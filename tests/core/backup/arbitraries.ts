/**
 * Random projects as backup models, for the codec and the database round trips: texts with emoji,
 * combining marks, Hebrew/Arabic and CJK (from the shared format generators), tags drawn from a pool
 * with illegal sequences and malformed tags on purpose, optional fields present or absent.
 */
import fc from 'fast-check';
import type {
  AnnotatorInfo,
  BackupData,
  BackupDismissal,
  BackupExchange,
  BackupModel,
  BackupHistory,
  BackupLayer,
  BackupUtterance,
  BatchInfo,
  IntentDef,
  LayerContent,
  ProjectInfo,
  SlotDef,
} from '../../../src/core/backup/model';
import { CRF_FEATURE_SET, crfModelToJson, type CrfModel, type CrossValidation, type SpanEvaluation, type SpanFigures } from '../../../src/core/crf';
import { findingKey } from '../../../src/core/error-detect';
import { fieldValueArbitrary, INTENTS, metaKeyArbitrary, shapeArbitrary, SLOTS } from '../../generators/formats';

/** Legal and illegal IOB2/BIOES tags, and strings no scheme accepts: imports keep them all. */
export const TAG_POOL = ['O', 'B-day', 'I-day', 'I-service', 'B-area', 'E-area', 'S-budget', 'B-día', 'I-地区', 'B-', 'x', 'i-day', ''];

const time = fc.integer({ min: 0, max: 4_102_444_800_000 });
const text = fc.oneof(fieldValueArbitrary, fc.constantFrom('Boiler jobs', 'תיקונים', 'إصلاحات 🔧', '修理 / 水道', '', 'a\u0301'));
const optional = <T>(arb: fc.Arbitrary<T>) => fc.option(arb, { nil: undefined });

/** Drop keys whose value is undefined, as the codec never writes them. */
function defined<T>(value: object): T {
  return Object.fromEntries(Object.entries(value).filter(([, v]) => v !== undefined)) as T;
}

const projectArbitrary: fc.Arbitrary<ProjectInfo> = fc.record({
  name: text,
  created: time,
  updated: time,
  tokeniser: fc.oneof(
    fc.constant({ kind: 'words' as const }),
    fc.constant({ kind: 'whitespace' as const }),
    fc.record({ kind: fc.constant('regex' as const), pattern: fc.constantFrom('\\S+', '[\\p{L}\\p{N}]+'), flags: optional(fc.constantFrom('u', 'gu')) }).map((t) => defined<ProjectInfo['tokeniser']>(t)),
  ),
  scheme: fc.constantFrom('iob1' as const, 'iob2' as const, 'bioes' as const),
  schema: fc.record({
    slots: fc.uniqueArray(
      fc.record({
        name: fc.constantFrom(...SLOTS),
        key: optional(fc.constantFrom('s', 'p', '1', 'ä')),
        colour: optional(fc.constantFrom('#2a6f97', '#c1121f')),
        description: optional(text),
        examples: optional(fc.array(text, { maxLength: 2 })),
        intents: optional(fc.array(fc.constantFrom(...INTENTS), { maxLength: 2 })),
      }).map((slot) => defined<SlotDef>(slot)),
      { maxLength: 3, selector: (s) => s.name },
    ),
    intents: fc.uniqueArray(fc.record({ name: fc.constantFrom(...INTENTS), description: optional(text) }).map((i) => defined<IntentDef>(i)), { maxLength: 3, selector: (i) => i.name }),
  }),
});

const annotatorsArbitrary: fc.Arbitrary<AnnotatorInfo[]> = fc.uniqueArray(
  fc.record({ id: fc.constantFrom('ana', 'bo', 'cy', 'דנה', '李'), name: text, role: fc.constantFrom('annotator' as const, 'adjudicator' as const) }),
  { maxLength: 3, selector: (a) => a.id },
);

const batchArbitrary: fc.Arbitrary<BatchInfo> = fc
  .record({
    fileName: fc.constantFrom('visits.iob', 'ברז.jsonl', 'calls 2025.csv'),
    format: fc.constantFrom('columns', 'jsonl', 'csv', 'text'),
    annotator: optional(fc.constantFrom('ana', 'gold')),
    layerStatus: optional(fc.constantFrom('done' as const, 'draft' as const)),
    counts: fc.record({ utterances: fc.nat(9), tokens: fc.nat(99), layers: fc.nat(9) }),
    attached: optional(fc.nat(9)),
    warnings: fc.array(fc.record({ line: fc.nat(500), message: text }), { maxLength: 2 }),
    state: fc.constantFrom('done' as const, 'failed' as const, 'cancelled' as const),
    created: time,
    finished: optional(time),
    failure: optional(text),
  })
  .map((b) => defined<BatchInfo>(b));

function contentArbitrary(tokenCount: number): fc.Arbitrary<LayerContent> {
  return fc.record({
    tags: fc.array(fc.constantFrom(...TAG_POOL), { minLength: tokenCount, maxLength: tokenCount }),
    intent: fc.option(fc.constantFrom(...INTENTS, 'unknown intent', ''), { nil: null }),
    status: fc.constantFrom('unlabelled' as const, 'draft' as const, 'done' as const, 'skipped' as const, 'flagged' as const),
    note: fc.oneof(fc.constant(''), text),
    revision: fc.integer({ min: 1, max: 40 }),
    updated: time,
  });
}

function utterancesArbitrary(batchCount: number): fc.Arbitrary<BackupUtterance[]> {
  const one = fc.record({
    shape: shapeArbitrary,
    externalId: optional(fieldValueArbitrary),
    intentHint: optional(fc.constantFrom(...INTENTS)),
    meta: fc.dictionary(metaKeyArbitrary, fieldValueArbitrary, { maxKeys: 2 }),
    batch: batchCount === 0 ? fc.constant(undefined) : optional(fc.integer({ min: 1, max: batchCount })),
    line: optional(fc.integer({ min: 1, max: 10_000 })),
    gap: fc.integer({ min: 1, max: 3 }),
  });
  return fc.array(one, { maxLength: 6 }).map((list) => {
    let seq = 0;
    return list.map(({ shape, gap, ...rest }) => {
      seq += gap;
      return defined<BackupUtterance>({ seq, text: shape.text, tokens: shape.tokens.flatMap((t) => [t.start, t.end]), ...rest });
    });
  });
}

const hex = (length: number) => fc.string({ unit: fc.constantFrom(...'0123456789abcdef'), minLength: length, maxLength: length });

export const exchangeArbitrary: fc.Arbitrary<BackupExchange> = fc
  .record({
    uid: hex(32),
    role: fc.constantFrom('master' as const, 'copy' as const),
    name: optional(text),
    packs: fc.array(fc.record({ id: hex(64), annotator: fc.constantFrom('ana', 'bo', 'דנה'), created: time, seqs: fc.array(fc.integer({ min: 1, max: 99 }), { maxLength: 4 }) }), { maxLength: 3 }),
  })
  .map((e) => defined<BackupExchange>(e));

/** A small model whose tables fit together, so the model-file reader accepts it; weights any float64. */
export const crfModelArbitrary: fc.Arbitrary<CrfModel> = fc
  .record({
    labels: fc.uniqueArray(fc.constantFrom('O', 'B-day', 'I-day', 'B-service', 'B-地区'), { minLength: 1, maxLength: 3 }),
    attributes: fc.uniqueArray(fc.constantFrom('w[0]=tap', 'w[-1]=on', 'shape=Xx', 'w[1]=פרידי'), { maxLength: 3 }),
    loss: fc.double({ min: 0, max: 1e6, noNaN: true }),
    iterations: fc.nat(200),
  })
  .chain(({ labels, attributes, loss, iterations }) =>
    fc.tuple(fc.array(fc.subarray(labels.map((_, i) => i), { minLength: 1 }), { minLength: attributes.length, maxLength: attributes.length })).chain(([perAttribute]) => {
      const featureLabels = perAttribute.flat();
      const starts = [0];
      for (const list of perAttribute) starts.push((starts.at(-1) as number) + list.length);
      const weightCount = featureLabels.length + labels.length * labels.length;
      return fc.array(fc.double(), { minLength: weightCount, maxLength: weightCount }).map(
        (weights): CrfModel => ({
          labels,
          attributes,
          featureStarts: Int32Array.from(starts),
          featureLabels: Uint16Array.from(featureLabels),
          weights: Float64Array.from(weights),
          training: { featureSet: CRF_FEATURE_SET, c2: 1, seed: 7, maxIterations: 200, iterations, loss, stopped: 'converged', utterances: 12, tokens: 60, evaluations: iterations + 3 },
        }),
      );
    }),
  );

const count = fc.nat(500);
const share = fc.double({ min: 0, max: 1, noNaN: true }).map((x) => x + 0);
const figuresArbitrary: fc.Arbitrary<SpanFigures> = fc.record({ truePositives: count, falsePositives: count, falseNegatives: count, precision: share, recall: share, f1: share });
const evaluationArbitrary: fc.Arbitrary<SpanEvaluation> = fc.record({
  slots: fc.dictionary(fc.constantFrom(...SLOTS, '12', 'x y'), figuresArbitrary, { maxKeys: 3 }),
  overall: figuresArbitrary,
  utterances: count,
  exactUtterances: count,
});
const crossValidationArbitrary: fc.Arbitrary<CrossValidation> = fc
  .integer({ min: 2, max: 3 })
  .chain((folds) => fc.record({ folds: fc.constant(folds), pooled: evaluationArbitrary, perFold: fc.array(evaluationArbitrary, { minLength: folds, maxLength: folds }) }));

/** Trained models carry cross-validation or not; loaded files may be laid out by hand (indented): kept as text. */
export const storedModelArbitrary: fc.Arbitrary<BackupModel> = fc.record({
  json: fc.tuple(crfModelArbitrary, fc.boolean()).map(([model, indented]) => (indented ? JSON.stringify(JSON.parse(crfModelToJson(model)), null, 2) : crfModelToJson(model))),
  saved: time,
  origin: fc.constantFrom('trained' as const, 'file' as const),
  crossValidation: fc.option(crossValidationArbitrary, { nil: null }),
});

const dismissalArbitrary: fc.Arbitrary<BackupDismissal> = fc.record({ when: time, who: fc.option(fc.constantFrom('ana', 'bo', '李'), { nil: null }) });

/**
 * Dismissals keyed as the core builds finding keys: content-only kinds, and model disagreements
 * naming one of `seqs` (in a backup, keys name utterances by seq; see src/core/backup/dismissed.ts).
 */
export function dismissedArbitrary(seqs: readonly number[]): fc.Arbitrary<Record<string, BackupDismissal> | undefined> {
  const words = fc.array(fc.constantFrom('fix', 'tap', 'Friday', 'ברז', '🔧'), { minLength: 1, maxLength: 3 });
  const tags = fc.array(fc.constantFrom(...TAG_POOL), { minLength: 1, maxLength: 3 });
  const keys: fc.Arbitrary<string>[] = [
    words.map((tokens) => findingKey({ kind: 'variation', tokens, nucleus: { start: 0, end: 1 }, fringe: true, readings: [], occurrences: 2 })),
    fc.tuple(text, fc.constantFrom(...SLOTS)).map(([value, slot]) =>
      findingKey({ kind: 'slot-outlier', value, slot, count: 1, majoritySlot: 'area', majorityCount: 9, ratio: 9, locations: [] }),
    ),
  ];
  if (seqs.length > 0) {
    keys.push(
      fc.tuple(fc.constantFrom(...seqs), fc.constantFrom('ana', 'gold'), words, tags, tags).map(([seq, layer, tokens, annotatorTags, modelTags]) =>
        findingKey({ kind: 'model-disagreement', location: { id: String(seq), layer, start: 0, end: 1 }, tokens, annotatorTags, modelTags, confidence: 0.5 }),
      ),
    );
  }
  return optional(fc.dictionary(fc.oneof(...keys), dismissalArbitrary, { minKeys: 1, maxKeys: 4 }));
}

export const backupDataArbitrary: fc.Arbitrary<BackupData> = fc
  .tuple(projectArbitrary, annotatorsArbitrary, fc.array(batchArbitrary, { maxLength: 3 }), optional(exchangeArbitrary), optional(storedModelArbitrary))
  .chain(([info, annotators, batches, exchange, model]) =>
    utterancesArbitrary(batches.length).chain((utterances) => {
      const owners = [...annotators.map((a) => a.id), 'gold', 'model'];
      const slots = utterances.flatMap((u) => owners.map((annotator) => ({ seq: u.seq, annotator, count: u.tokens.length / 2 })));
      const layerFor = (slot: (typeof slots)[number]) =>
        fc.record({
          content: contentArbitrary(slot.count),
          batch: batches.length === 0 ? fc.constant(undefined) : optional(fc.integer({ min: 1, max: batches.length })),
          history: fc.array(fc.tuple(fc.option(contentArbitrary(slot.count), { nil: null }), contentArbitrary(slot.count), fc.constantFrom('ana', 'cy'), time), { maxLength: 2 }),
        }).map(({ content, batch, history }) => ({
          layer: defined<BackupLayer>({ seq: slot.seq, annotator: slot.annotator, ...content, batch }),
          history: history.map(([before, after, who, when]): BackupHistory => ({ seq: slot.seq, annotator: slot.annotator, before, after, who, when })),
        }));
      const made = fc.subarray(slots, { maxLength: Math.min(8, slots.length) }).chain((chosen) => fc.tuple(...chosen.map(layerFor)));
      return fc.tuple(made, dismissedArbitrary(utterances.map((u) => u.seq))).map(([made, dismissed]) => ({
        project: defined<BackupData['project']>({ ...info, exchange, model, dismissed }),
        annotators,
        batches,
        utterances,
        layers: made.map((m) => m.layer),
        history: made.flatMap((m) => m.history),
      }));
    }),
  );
########################################
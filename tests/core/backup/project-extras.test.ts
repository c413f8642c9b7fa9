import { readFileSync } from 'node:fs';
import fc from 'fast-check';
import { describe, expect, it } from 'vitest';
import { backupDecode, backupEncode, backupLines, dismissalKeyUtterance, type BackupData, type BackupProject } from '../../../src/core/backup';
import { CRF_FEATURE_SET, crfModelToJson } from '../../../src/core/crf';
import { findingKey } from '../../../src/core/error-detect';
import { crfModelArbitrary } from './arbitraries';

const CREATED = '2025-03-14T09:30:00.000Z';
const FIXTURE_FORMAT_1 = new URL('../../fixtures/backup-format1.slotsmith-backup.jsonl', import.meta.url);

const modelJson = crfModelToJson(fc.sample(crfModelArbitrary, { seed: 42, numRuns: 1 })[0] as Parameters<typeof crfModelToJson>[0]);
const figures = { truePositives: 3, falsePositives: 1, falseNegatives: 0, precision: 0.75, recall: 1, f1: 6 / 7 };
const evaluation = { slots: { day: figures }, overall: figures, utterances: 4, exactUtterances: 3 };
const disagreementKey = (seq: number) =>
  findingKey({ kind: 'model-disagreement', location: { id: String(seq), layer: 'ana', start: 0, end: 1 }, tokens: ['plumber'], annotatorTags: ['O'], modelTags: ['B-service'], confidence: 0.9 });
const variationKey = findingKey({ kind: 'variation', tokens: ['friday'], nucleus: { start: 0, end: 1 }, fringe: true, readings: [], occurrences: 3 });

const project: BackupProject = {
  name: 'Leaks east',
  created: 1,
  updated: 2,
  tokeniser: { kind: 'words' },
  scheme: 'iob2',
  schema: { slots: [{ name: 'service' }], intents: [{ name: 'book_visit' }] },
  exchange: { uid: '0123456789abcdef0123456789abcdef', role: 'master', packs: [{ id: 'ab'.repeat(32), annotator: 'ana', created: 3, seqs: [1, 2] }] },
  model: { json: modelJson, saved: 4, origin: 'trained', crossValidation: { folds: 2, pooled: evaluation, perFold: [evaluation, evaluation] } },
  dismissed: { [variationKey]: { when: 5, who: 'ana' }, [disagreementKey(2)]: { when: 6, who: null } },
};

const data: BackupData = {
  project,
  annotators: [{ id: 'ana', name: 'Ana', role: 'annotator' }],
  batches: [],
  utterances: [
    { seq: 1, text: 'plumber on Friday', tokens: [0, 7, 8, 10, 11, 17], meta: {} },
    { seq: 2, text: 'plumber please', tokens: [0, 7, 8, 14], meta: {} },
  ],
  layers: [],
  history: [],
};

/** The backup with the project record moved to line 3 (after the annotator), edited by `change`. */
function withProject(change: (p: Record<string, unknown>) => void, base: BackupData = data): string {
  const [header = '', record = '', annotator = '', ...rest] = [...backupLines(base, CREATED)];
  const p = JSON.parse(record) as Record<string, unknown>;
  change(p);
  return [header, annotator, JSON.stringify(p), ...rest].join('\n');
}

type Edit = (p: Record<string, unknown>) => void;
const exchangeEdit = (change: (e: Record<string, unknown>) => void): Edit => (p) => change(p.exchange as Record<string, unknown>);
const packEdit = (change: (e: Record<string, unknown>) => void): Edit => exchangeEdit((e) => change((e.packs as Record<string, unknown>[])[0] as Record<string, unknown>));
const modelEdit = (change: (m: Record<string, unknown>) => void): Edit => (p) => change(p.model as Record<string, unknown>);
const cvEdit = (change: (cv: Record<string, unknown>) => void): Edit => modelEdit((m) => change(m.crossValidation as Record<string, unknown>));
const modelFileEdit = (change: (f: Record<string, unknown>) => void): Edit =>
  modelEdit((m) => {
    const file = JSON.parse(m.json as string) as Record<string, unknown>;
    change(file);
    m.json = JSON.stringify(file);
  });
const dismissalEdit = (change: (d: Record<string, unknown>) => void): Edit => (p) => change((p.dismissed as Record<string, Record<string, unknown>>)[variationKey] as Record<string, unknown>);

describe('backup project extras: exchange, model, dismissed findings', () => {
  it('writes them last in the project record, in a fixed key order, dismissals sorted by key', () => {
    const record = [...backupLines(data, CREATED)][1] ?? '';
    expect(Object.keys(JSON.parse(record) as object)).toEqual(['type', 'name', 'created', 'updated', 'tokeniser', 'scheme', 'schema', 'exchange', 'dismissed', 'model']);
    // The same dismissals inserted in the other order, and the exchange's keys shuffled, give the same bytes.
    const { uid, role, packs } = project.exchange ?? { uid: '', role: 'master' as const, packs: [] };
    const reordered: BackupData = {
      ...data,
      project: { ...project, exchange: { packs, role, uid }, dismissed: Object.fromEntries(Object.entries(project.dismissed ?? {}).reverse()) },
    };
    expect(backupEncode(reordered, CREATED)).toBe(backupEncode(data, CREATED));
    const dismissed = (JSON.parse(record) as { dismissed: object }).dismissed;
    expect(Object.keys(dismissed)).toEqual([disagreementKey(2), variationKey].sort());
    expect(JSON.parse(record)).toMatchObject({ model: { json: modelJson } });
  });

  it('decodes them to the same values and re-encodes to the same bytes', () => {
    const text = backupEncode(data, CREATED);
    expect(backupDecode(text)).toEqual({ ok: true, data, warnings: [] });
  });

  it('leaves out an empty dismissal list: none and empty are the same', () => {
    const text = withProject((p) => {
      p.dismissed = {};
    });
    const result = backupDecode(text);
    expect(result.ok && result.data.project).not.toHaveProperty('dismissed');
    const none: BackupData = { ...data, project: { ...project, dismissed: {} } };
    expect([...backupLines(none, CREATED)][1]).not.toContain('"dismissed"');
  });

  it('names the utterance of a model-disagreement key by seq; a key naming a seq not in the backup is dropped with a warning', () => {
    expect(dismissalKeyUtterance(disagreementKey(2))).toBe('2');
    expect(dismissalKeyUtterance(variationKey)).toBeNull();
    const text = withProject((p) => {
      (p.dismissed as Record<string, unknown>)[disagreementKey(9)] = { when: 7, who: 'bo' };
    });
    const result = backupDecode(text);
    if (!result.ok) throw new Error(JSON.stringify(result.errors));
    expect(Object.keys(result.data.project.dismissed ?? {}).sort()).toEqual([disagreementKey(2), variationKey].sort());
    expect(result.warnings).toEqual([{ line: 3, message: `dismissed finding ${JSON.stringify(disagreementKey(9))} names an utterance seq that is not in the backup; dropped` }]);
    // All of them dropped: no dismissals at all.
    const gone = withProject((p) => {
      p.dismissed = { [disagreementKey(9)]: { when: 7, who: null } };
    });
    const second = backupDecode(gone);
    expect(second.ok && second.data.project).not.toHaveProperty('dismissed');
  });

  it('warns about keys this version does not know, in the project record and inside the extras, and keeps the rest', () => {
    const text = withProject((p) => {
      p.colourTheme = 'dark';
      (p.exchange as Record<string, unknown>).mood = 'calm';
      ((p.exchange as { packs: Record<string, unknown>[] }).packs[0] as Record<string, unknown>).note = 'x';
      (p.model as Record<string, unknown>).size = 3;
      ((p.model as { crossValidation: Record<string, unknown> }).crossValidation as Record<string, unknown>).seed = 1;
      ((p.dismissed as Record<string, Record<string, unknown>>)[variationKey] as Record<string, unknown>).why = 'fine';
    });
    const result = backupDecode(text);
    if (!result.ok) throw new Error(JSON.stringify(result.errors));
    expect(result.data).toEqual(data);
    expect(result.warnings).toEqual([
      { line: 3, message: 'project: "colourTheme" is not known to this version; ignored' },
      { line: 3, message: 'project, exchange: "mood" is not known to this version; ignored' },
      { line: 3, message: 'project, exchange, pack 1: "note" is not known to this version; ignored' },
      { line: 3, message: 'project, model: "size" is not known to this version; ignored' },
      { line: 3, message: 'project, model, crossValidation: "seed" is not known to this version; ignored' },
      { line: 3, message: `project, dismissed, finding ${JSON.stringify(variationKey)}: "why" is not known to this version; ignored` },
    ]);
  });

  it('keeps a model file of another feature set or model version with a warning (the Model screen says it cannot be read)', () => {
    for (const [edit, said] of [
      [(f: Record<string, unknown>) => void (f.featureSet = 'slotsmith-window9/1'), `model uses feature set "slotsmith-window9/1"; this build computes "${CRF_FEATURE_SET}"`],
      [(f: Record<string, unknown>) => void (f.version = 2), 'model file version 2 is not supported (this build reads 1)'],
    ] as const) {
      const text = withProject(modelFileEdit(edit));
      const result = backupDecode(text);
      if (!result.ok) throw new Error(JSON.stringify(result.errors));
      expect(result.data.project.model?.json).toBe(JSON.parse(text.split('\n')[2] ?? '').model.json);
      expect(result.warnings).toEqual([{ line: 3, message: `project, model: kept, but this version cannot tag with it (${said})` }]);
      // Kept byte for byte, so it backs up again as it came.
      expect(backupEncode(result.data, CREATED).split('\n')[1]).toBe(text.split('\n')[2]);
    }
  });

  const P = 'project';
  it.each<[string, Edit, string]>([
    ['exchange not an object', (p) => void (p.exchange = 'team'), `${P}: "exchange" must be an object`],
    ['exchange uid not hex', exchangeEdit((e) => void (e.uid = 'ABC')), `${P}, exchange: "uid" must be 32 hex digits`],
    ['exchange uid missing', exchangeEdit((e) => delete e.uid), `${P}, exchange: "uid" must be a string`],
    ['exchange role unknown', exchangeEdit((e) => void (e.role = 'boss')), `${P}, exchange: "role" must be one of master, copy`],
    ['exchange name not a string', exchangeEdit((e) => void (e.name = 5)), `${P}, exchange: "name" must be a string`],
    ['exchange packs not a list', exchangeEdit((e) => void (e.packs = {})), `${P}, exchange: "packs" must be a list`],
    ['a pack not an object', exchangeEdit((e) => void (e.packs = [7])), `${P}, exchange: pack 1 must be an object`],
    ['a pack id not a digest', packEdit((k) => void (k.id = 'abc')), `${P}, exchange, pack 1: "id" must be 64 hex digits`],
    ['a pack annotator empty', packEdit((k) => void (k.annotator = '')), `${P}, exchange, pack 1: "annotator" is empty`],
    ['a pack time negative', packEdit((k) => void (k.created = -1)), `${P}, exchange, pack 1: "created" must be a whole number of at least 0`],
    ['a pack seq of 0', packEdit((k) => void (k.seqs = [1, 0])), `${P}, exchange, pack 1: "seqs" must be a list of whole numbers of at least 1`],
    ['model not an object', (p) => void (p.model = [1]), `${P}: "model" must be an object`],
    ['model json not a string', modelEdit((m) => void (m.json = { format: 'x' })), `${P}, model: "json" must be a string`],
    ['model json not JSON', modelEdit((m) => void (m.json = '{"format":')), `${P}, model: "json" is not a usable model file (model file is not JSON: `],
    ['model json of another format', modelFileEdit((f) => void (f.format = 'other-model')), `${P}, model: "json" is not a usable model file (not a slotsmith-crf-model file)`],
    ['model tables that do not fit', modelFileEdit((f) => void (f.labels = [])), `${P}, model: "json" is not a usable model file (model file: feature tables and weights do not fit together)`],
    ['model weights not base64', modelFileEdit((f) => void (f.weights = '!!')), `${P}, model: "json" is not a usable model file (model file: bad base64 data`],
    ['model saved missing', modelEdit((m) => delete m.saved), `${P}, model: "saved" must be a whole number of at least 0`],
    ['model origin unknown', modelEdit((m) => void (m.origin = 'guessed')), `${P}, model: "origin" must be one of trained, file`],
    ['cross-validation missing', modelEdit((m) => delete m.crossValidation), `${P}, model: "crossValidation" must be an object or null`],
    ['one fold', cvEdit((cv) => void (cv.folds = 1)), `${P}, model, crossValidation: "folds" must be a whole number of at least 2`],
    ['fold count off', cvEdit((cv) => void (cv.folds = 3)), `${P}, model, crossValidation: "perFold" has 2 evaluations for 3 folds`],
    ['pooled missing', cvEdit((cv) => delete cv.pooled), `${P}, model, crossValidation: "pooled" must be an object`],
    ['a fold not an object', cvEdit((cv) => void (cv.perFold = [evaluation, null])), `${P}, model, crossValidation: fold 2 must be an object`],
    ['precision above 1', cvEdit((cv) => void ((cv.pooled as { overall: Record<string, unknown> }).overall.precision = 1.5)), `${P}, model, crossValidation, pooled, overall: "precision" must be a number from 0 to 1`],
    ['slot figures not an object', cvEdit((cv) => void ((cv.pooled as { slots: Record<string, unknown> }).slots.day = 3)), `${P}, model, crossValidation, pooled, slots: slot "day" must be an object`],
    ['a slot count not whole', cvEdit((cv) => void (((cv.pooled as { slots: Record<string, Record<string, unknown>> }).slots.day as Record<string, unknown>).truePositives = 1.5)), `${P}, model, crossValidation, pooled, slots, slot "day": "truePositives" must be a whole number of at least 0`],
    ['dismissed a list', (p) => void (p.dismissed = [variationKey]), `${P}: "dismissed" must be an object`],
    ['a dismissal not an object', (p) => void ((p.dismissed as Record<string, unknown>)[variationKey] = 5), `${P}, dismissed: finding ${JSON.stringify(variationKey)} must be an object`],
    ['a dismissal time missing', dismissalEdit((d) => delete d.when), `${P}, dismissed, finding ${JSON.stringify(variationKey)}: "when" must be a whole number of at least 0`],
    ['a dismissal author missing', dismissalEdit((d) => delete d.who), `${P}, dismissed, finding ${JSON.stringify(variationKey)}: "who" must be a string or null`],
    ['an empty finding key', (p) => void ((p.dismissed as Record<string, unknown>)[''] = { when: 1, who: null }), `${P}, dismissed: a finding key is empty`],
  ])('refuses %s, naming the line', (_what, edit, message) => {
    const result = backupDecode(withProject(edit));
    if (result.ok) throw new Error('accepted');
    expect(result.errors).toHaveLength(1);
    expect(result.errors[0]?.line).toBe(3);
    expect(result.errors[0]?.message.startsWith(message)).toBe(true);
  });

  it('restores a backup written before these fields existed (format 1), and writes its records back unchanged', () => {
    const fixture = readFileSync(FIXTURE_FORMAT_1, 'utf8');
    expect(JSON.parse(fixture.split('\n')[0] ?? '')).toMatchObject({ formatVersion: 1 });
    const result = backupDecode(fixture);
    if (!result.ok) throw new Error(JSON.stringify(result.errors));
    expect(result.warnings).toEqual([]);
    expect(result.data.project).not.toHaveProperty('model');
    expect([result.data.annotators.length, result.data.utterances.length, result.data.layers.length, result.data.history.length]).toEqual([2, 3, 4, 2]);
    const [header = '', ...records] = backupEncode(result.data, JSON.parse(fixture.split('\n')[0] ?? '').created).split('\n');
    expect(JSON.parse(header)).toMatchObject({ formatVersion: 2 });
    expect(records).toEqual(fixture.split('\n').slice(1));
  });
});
########################################
• _YOUR ASSIGNMENT_: In this listing, how many lines contain "indented"? Give the number without explanation.

• _WRITTEN REPLY_: 2